*Task item:*
Write each entry down again precisely, skipping nothing.

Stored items
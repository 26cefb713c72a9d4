package methodfile

import (
	"fmt"
	"reflect"
	"strings"

	"github.com/pelletier/go-toml/v2/unstable"
)

// go-toml matches keys to fields regardless of case (dh_kj_mol fills
// dH_kJ_mol), and an unknown-key check that folds case lets a second
// spelling of a key through. checkExactKeys walks the document and refuses
// every key whose spelling is not the format's exact name, suggesting the
// right one.

// checkExactKeys reports the first key of data (a TOML document decoding
// into target's type) that matches a field only when case is ignored. It
// stops quietly at a syntax error (the decoder reports that one).
func checkExactKeys(name string, data []byte, target any) error {
	root := reflect.TypeOf(target)
	lineOf := lineTable(data)
	var p unstable.Parser
	p.Reset(data)
	table := root
	tablePath := ""
	counts := map[string]int{} // element count of each array of tables, by canonical path
	// canon is the path as locate numbers it (see canonPath).
	canon := func(parts []keyPart, arrayHeader bool) string {
		keys := make([]string, len(parts))
		for i, part := range parts {
			keys[i] = part.key
		}
		return canonPath(keys, counts, arrayHeader)
	}
	for p.NextExpression() {
		e := p.Expression()
		switch e.Kind {
		case unstable.Table, unstable.ArrayTable:
			parts := keyParts(e.Key(), lineOf)
			array := e.Kind == unstable.ArrayTable
			t, bad, folded := walkKey(root, parts, array)
			if bad >= 0 {
				return &Error{File: name, Line: parts[bad].line, Key: canon(parts[:bad+1], false), Msg: fmt.Sprintf("unknown key (did you mean %s?)", folded)}
			}
			table, tablePath = t, canon(parts, array)
			if array {
				counts[tablePath]++
				tablePath = fmt.Sprintf("%s[%d]", tablePath, counts[tablePath])
			}
		case unstable.KeyValue:
			if table == nil {
				continue // inside a table whose shape is not checked
			}
			if err := checkKeyValue(name, table, tablePath, e, lineOf); err != nil {
				return err
			}
		}
	}
	return nil
}

type keyPart struct {
	key  string
	line int
}

func keyParts(it unstable.Iterator, lineOf func(int) int) []keyPart {
	var parts []keyPart
	for it.Next() {
		k := it.Node()
		parts = append(parts, keyPart{string(k.Data), lineOf(int(k.Raw.Offset))})
	}
	return parts
}

// checkKeyValue checks the key of kv (in a table of type t at path) and the
// keys of the inline tables in its value.
func checkKeyValue(name string, t reflect.Type, path string, kv *unstable.Node, lineOf func(int) int) error {
	parts := keyParts(kv.Key(), lineOf)
	nt, bad, folded := walkKey(t, parts, false)
	if bad >= 0 {
		k := path
		for _, part := range parts[:bad+1] {
			k = joinKey(k, part.key)
		}
		return &Error{File: name, Line: parts[bad].line, Key: k, Msg: fmt.Sprintf("unknown key (did you mean %s?)", folded)}
	}
	for _, part := range parts {
		path = joinKey(path, part.key)
	}
	return checkValue(name, nt, path, kv.Value(), lineOf)
}

// elem strips pointers, and slices when inArray.
func elem(t reflect.Type, inArray bool) reflect.Type {
	for t != nil && (t.Kind() == reflect.Pointer || (inArray && t.Kind() == reflect.Slice)) {
		t = t.Elem()
	}
	return t
}

// field resolves one key in the type t: the type it leads to (nil when it is
// not checked further: an unknown key, which the decoder reports, or a
// value of any shape), or the exact name of a field the key matches only
// when case is ignored.
func field(t reflect.Type, key string) (next reflect.Type, folded string) {
	t = elem(t, false)
	if t == nil {
		return nil, ""
	}
	switch t.Kind() {
	case reflect.Map:
		return t.Elem(), ""
	case reflect.Struct:
	default:
		return nil, ""
	}
	for i := 0; i < t.NumField(); i++ {
		f := t.Field(i)
		tag, _, _ := strings.Cut(f.Tag.Get("toml"), ",")
		if tag == "" || tag == "-" {
			continue
		}
		if tag == key {
			return f.Type, ""
		}
		if strings.EqualFold(tag, key) {
			folded = tag
		}
	}
	return nil, folded
}

func joinKey(path, key string) string {
	if path == "" {
		return key
	}
	return path + "." + key
}

// walkKey follows the parts of a (possibly dotted) key from t: the type it
// leads to (for an array-of-tables header, the element type), or the index
// of the part spelled other than its field (bad >= 0) and the field's name.
func walkKey(t reflect.Type, parts []keyPart, arrayHeader bool) (next reflect.Type, bad int, folded string) {
	for i, part := range parts {
		nt, f := field(elem(t, true), part.key)
		if f != "" {
			return nil, i, f
		}
		if nt == nil {
			return nil, -1, ""
		}
		t = nt
	}
	if arrayHeader {
		t = elem(t, true)
	}
	return t, -1, ""
}

// checkValue checks the keys of inline tables (and arrays of them) in a
// value of type t.
func checkValue(name string, t reflect.Type, path string, v *unstable.Node, lineOf func(int) int) error {
	if t == nil || v == nil {
		return nil
	}
	switch v.Kind {
	case unstable.InlineTable:
		it := v.Children()
		for it.Next() {
			if err := checkKeyValue(name, t, path, it.Node(), lineOf); err != nil {
				return err
			}
		}
	case unstable.Array:
		et := elem(t, false)
		if et == nil || et.Kind() != reflect.Slice {
			return nil
		}
		it := v.Children()
		for it.Next() {
			if err := checkValue(name, et.Elem(), path, it.Node(), lineOf); err != nil {
				return err
			}
		}
	}
	return nil
}

// suggestKey is the format's name closest to an unknown key (path: the
// decoder's key parts, the unknown one last) within two edits, or "".
func suggestKey(target any, path []string) string {
	if len(path) == 0 {
		return ""
	}
	t := reflect.TypeOf(target)
	for _, part := range path[:len(path)-1] {
		nt, _ := field(elem(t, true), part)
		if nt == nil {
			return ""
		}
		t = nt
	}
	t = elem(t, true)
	if t == nil || t.Kind() != reflect.Struct {
		return ""
	}
	key := strings.ToLower(path[len(path)-1])
	best, bestD := "", 3
	for i := 0; i < t.NumField(); i++ {
		tag, _, _ := strings.Cut(t.Field(i).Tag.Get("toml"), ",")
		if tag == "" || tag == "-" {
			continue
		}
		if d := editDistance(key, strings.ToLower(tag)); d < bestD {
			best, bestD = tag, d
		}
	}
	return best
}

// editDistance is the Levenshtein distance of a and b (bytes).
func editDistance(a, b string) int {
	prev := make([]int, len(b)+1)
	cur := make([]int, len(b)+1)
	for j := range prev {
		prev[j] = j
	}
	for i := 1; i <= len(a); i++ {
		cur[0] = i
		for j := 1; j <= len(b); j++ {
			c := prev[j-1]
			if a[i-1] != b[j-1] {
				c++
			}
			cur[j] = min(c, prev[j]+1, cur[j-1]+1)
		}
		prev, cur = cur, prev
	}
	return prev[len(b)]
}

*Response to this task:*
repository 26cefb713c72a9d4
package methodfile

import (
	"fmt"
	"reflect"
	"strings"

	"github.com/pelletier/go-toml/v2/unstable"
)

// go-toml matches keys to fields regardless of case (dh_kj_mol fills
// dH_kJ_mol), and an unknown-key check that folds case lets a second
// spelling of a key through. checkExactKeys walks the document and refuses
// every key whose spelling is not the format's exact name, suggesting the
// right one.

// checkExactKeys reports the first key of data (a TOML document decoding
// into target's type) that matches a field only when case is ignored. It
// stops quietly at a syntax error (the decoder reports that one).
func checkExactKeys(name string, data []byte, target any) error {
	root := reflect.TypeOf(target)
	lineOf := lineTable(data)
	var p unstable.Parser
	p.Reset(data)
	table := root
	tablePath := ""
	counts := map[string]int{} // element count of each array of tables, by canonical path
	// canon is the path as locate numbers it (see canonPath).
	canon := func(parts []keyPart, arrayHeader bool) string {
		keys := make([]string, len(parts))
		for i, part := range parts {
			keys[i] = part.key
		}
		return canonPath(keys, counts, arrayHeader)
	}
	for p.NextExpression() {
		e := p.Expression()
		switch e.Kind {
		case unstable.Table, unstable.ArrayTable:
			parts := keyParts(e.Key(), lineOf)
			array := e.Kind == unstable.ArrayTable
			t, bad, folded := walkKey(root, parts, array)
			if bad >= 0 {
				return &Error{File: name, Line: parts[bad].line, Key: canon(parts[:bad+1], false), Msg: fmt.Sprintf("unknown key (did you mean %s?)", folded)}
			}
			table, tablePath = t, canon(parts, array)
			if array {
				counts[tablePath]++
				tablePath = fmt.Sprintf("%s[%d]", tablePath, counts[tablePath])
			}
		case unstable.KeyValue:
			if table == nil {
				continue // inside a table whose shape is not checked
			}
			if err := checkKeyValue(name, table, tablePath, e, lineOf); err != nil {
				return err
			}
		}
	}
	return nil
}

type keyPart struct {
	key  string
	line int
}

func keyParts(it unstable.Iterator, lineOf func(int) int) []keyPart {
	var parts []keyPart
	for it.Next() {
		k := it.Node()
		parts = append(parts, keyPart{string(k.Data), lineOf(int(k.Raw.Offset))})
	}
	return parts
}

// checkKeyValue checks the key of kv (in a table of type t at path) and the
// keys of the inline tables in its value.
func checkKeyValue(name string, t reflect.Type, path string, kv *unstable.Node, lineOf func(int) int) error {
	parts := keyParts(kv.Key(), lineOf)
	nt, bad, folded := walkKey(t, parts, false)
	if bad >= 0 {
		k := path
		for _, part := range parts[:bad+1] {
			k = joinKey(k, part.key)
		}
		return &Error{File: name, Line: parts[bad].line, Key: k, Msg: fmt.Sprintf("unknown key (did you mean %s?)", folded)}
	}
	for _, part := range parts {
		path = joinKey(path, part.key)
	}
	return checkValue(name, nt, path, kv.Value(), lineOf)
}

// elem strips pointers, and slices when inArray.
func elem(t reflect.Type, inArray bool) reflect.Type {
	for t != nil && (t.Kind() == reflect.Pointer || (inArray && t.Kind() == reflect.Slice)) {
		t = t.Elem()
	}
	return t
}

// field resolves one key in the type t: the type it leads to (nil when it is
// not checked further: an unknown key, which the decoder reports, or a
// value of any shape), or the exact name of a field the key matches only
// when case is ignored.
func field(t reflect.Type, key string) (next reflect.Type, folded string) {
	t = elem(t, false)
	if t == nil {
		return nil, ""
	}
	switch t.Kind() {
	case reflect.Map:
		return t.Elem(), ""
	case reflect.Struct:
	default:
		return nil, ""
	}
	for i := 0; i < t.NumField(); i++ {
		f := t.Field(i)
		tag, _, _ := strings.Cut(f.Tag.Get("toml"), ",")
		if tag == "" || tag == "-" {
			continue
		}
		if tag == key {
			return f.Type, ""
		}
		if strings.EqualFold(tag, key) {
			folded = tag
		}
	}
	return nil, folded
}

func joinKey(path, key string) string {
	if path == "" {
		return key
	}
	return path + "." + key
}

// walkKey follows the parts of a (possibly dotted) key from t: the type it
// leads to (for an array-of-tables header, the element type), or the index
// of the part spelled other than its field (bad >= 0) and the field's name.
func walkKey(t reflect.Type, parts []keyPart, arrayHeader bool) (next reflect.Type, bad int, folded string) {
	for i, part := range parts {
		nt, f := field(elem(t, true), part.key)
		if f != "" {
			return nil, i, f
		}
		if nt == nil {
			return nil, -1, ""
		}
		t = nt
	}
	if arrayHeader {
		t = elem(t, true)
	}
	return t, -1, ""
}

// checkValue checks the keys of inline tables (and arrays of them) in a
// value of type t.
func checkValue(name string, t reflect.Type, path string, v *unstable.Node, lineOf func(int) int) error {
	if t == nil || v == nil {
		return nil
	}
	switch v.Kind {
	case unstable.InlineTable:
		it := v.Children()
		for it.Next() {
			if err := checkKeyValue(name, t, path, it.Node(), lineOf); err != nil {
				return err
			}
		}
	case unstable.Array:
		et := elem(t, false)
		if et == nil || et.Kind() != reflect.Slice {
			return nil
		}
		it := v.Children()
		for it.Next() {
			if err := checkValue(name, et.Elem(), path, it.Node(), lineOf); err != nil {
				return err
			}
		}
	}
	return nil
}

// suggestKey is the format's name closest to an unknown key (path: the
// decoder's key parts, the unknown one last) within two edits, or "".
func suggestKey(target any, path []string) string {
	if len(path) == 0 {
		return ""
	}
	t := reflect.TypeOf(target)
	for _, part := range path[:len(path)-1] {
		nt, _ := field(elem(t, true), part)
		if nt == nil {
			return ""
		}
		t = nt
	}
	t = elem(t, true)
	if t == nil || t.Kind() != reflect.Struct {
		return ""
	}
	key := strings.ToLower(path[len(path)-1])
	best, bestD := "", 3
	for i := 0; i < t.NumField(); i++ {
		tag, _, _ := strings.Cut(t.Field(i).Tag.Get("toml"), ",")
		if tag == "" || tag == "-" {
			continue
		}
		if d := editDistance(key, strings.ToLower(tag)); d < bestD {
			best, bestD = tag, d
		}
	}
	return best
}

// editDistance is the Levenshtein distance of a and b (bytes).
func editDistance(a, b string) int {
	prev := make([]int, len(b)+1)
	cur := make([]int, len(b)+1)
	for j := range prev {
		prev[j] = j
	}
	for i := 1; i <= len(a); i++ {
		cur[0] = i
		for j := 1; j <= len(b); j++ {
			c := prev[j-1]
			if a[i-1] != b[j-1] {
				c++
			}
			cur[j] = min(c, prev[j]+1, cur[j-1]+1)
		}
		prev, cur = cur, prev
	}
	return prev[len(b)]
}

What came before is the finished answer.